Road Trip: Huambo to Lubango
After a couple of days of rest in Huambo we set out to find the ancient rock paintings at Tchitudu Hulu. This would turn out to be the most epic road trip of my life (and I’ve been on plenty of road trips)! Teague and Robert were busily preparing for the journey ahead. Teague made us “Bier Rocks” which consisted of ground beef, cabbage, onion, salt and pepper wrapped in a ball of dough. Biruk made us cookies. Robert replaced the brake pads and balanced the tires on the Land Cruiser. We packed up and set out at 8am September 6th.
For the most part the 6 hour drive to Lubango was paved. But there were crater-like potholes that would appear out of nowhere. Robert, being the experienced pothole-dodger didn’t seem to be bothered. As we drove out of Huambo, which sits at an elevation of 6,000 feet, the landscape changed from dust with huge monoliths jutting straight out of the ground to dust with various bushes and Dr.
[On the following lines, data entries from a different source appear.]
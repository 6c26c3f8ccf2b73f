import { blocksOf } from './blocks.ts';
import { missingValues } from './missing-values.ts';
import { slack, type Prepared } from './prepare.ts';
import type { Impossible, TerritoryProblem } from './problem.ts';
import { todaySteps } from './today-steps.ts';
import { tornParts } from './torn-parts.ts';
import { costsOf, validate } from './validate.ts';

/**
 * What follows from a problem at once. Linear time, apart from the steps of the reach rule (territories
 * squared).
 *
 * - A territory that closes binds nothing: its base is free and it has no target.
 * - `fixed` reaches over `together`: a unit tied to a fixed one is fixed too. Where rules contradict each
 *   other (frozen before base before lock) `preCheck` tells.
 * - `open` is 0 for frozen and for closing territories.
 * - Which part of a torn territory counts as torn off: `tornParts`, by the load of the first measure with
 *   a tolerance.
 *
 * @returns Impossible `missing-value` when a measure has no usable value somewhere, `no-plan` when no
 * territory stays
 * @throws RangeError for a programmer's error: see `validate`
 */
export function prepare(problem: TerritoryProblem): Prepared | Impossible {
	validate(problem);
	const { graph, territories } = problem;
	const fault = missingValues(problem) ?? nobodyStays(problem);
	if (fault) return fault;
	const bound = problem.measures.flatMap(({ tolerance }, m) => (tolerance === null ? [] : [m]));
	const loads = new Float64Array(bound.length * graph.count);
	bound.forEach((m, row) => loads.set(problem.measures[m].values, row * graph.count));
	const stays = Uint8Array.from(territories, ({ closing }) => (closing ? 0 : 1));
	const together = blocksOf(graph.count, problem.together ?? []);
	return {
		problem,
		graph,
		units: graph.count,
		territories: territories.length,
		bound,
		...limitsOf(problem, bound),
		loads,
		fixed: fixedOf(problem, together.blocks),
		open: Uint8Array.from(territories, ({ frozen, closing }) => (frozen || closing ? 0 : 1)),
		stays,
		...together,
		apart: apartOf(problem.apart ?? []),
		cost: costsOf(problem),
		steps: problem.reach === null ? null : todaySteps(graph, problem.today, territories),
		compulsory: compulsoryOf(problem, bound.length > 0 ? loads.subarray(0, graph.count) : null),
	};
}

function nobodyStays({ territories }: TerritoryProblem): Impossible | null {
	if (territories.some(({ closing }) => !closing)) return null;
	return {
		status: 'impossible',
		reason: 'no-plan',
		message: 'No territory stays, so the units have nowhere to go.',
		witness: { units: [], territories: Array.from(territories.keys()) },
		relief: [],
	};
}

function limitsOf({ measures, territories }: TerritoryProblem, bound: number[]) {
	const k = territories.length;
	const targets = new Float64Array(bound.length * k);
	const least = new Float64Array(bound.length * k);
	const greatest = new Float64Array(bound.length * k);
	const capacities = territories.reduce((sum, t) => sum + (t.closing ? 0 : t.capacity), 0);
	bound.forEach((m, row) => {
		const total = measures[m].values.reduce((sum, value) => sum + value, 0);
		const tolerance = (measures[m].tolerance ?? 0) + slack;
		territories.forEach(({ capacity, closing }, t) => {
			if (closing) return;
			const target = (capacity / capacities) * total;
			targets[row * k + t] = target;
			least[row * k + t] = target * (1 - tolerance);
			greatest[row * k + t] = target * (1 + tolerance);
		});
	});
	return { targets, least, greatest };
}

function fixedOf({ today, territories, locks }: TerritoryProblem, blocks: number[][]): Int32Array {
	const fixed = locks ? Int32Array.from(locks) : new Int32Array(today.length).fill(-1);
	territories.forEach(({ base, closing }, t) => {
		if (base >= 0 && !closing) fixed[base] = t;
	});
	today.forEach((t, u) => {
		if (t >= 0 && territories[t].frozen && !territories[t].closing) fixed[u] = t;
	});
	for (const block of blocks) {
		const pinned = block.find((u) => fixed[u] >= 0);
		if (pinned === undefined) continue;
		for (const u of block) if (fixed[u] < 0) fixed[u] = fixed[pinned];
	}
	return fixed;
}

function apartOf(pairs: readonly (readonly [number, number])[]): Map<number, number[]> {
	const apart = new Map<number, Set<number>>();
	const add = (u: number, v: number) => {
		const others = apart.get(u) ?? new Set();
		apart.set(u, others.add(v));
	};
	for (const [a, b] of pairs) {
		add(a, b);
		add(b, a);
	}
	return new Map([...apart].map(([u, others]) => [u, [...others].sort((a, b) => a - b)]));
}

function compulsoryOf(problem: TerritoryProblem, load: Float64Array | null): Uint8Array {
	const { graph, today, territories } = problem;
	const compulsory = Uint8Array.from(today, (t) => (t < 0 || territories[t].closing ? 1 : 0));
	for (const { parts } of tornParts(graph, today, territories, load)) {
		for (const part of parts.slice(1)) for (const u of part) compulsory[u] = 1;
	}
	return compulsory;
}
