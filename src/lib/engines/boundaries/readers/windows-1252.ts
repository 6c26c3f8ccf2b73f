/** What windows-1252 has at 0x80 to 0x9f; the five places it leaves open stay as they are. */
const upper = '€\u0081‚ƒ„…†‡ˆ‰Š‹Œ\u008dŽ\u008f\u0090‘’“”•–—˜™š›œ\u009džŸ';

/**
 * A decoder of the platform that also holds for windows-1252: Node 20 decodes that one as ISO 8859-1,
 * so that œ and š become control characters.
 * Source: WHATWG Encoding Standard, index windows-1252.
 */
export function textDecoder(encoding: string): { decode(bytes: Uint8Array): string } {
	const decoder = new TextDecoder(encoding);
	if (decoder.encoding !== 'windows-1252') return decoder;
	return {
		decode: (bytes) =>
			decoder.decode(bytes).replace(/[\u0080-\u009f]/g, (c) => upper[c.charCodeAt(0) - 0x80]),
	};
}
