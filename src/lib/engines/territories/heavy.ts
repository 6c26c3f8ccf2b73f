import { blockMayEndIn, fixedUnits } from './block-rules.ts';
import type { Prepared } from './prepare.ts';
import { prepare } from './prepared.ts';
import type { Impossible, Relief, TerritoryProblem } from './problem.ts';
import { thatHelp } from './relieve.ts';
import { amount, listed, percentUp } from './words.ts';

/**
 * Units that must end together and are heavier than every territory in which they may end allows: one
 * unit, units tied together, or all that is fixed to one territory. Null when there are none.
 */
export function tooHeavy(prepared: Prepared): Impossible | null {
	const fault = find(prepared);
	if (!fault) return null;
	const again = (eased: TerritoryProblem) => {
		const next = prepare(eased);
		return 'status' in next ? next : find(next);
	};
	const unlocks = unlocking(prepared, fault);
	return {
		...fault,
		relief: [...fault.relief, ...thatHelp(prepared.problem, fault, unlocks, again)],
	};
}

function find(prepared: Prepared): Impossible | null {
	const { blocks, fixed, stays, territories, open } = prepared;
	const allowed = allowedEverywhere(prepared);
	for (const units of blocks) {
		const isLight = allowed.every((most, row) => loadOf(prepared, row, units) <= most);
		if (isLight || fixed[units[0]] >= 0) continue;
		const where: number[] = [];
		for (let t = 0; t < territories; t++) if (blockMayEndIn(prepared, units[0], t)) where.push(t);
		const fault = where.length > 0 && heavyIn(prepared, units, where);
		if (fault) return fault;
	}
	const pinned = fixedUnits(prepared);
	for (let t = 0; t < territories; t++) {
		if (!stays[t] || !open[t] || pinned[t].length === 0) continue;
		const fault = heavyIn(prepared, pinned[t], [t]);
		if (fault) return fault;
	}
	return null;
}

const loadOf = ({ loads, units: count }: Prepared, row: number, units: number[]) =>
	units.reduce((sum, u) => sum + loads[row * count + u], 0);

/** The least that any territory which stays allows, by measure: a quick yes for nearly all units. */
function allowedEverywhere({ bound, stays, greatest, territories }: Prepared): number[] {
	return bound.map((_, row) => {
		let least = Infinity;
		for (let t = 0; t < territories; t++) {
			if (stays[t]) least = Math.min(least, greatest[row * territories + t]);
		}
		return least;
	});
}

function heavyIn(prepared: Prepared, units: number[], where: number[]): Impossible | null {
	const { bound, targets, greatest, territories, problem } = prepared;
	const eased = new Map<number, number>();
	let example = '';
	for (const t of where) {
		const over = bound.flatMap((_, row) =>
			loadOf(prepared, row, units) > greatest[row * territories + t] ? [row] : [],
		);
		if (over.length === 0) return null;
		const [row] = over;
		const at = row * territories + t;
		const load = loadOf(prepared, row, units);
		const needed = load / targets[at] - 1;
		const { name } = problem.measures[bound[row]];
		if (!example || needed < (eased.get(row) ?? Infinity)) {
			example = `${amount(load)} of ${name}, and @${t} may have ${amount(greatest[at])} at most`;
		}
		if (over.length === 1) eased.set(row, Math.min(needed, eased.get(row) ?? Infinity));
	}
	const relief: Relief[] = [...eased].map(([row, value]) => {
		return { kind: 'tolerance', measure: bound[row], value };
	});
	const would = [...eased].map(
		([row, value]) =>
			`a tolerance of ${percentUp(value)} for ${problem.measures[bound[row]].name} would do`,
	);
	if (units.length === 1) relief.push({ kind: 'split', unit: units[0] });
	return {
		status: 'impossible',
		reason: 'unit-too-heavy',
		message: [`${subject(units, where)} ${example}`, ...would].join('; ') + '.',
		witness: { units, territories: where },
		relief,
	};
}

function subject(units: number[], where: number[]): string {
	const may = where.length > 1 ? `, which may end in ${where.length} territories,` : '';
	if (units.length === 1) return `#${units[0]}${may} has`;
	const tie = where.length > 1 ? 'which must stay together' : `which are tied to @${where[0]}`;
	return `${listed(units)}, ${tie}, have`;
}

/** Locks without any one of which the others would be within what the territory allows. */
function unlocking(
	{ problem, bound, loads, greatest, territories, ...rest }: Prepared,
	fault: Impossible,
) {
	const { units, territories: where } = fault.witness;
	const isLight = (unit: number) =>
		bound.every((_, row) => {
			const others = units.filter((u) => u !== unit);
			const load = others.reduce((sum, u) => sum + loads[row * rest.units + u], 0);
			return load <= greatest[row * territories + where[0]];
		});
	const locked = units.filter((unit) => (problem.locks?.[unit] ?? -1) === where[0]);
	return locked.filter(isLight).map((unit): Relief => ({ kind: 'unlock', unit }));
}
Suess-esque trees called Baobab Trees.
We passed giant boulders piled up or sprinkled around and hills shaped like volcanos. For hours the only signs of civilization were mud or stick huts, the occasional vendor selling a sack of charcoal or eggs and the tiny boy herding his cattle or goats across the road at any given moment.
Our first tourist stop was Pula Lukwa, a fancy resort/restaurant in Lubango complete with a mini safari. We got to see several wild animals including zebras, a crocodile, guinea fowl and Oryx.
I imagined I would see a few wild animals out in the wild--but in our entire road trip I did not. Robert explained that the decades of war had either driven out or extinguished all the animals that used to live in Angola.
Next he took us to see a breathtaking overlook called Tunda Vala. I say breathtaking because I am terrified of heights. It was beautiful, but VERY high. My palms are sweating just remembering the views and watching the boys fearlessly look over the edge.
There were fascinating purplish pink rocks there, like I had never seen. Later I would encounter an artist shop using these pink rocks for his sculptures.
After the Tunda Vala Robert took us to Cristo Rei--another very high overlook. Then we headed back to Pula Lukwa for dinner. This is when we met our host for the next two nights, a medical missionary, Dr. Steve Collins, who everyone calls “Uncle Steve.”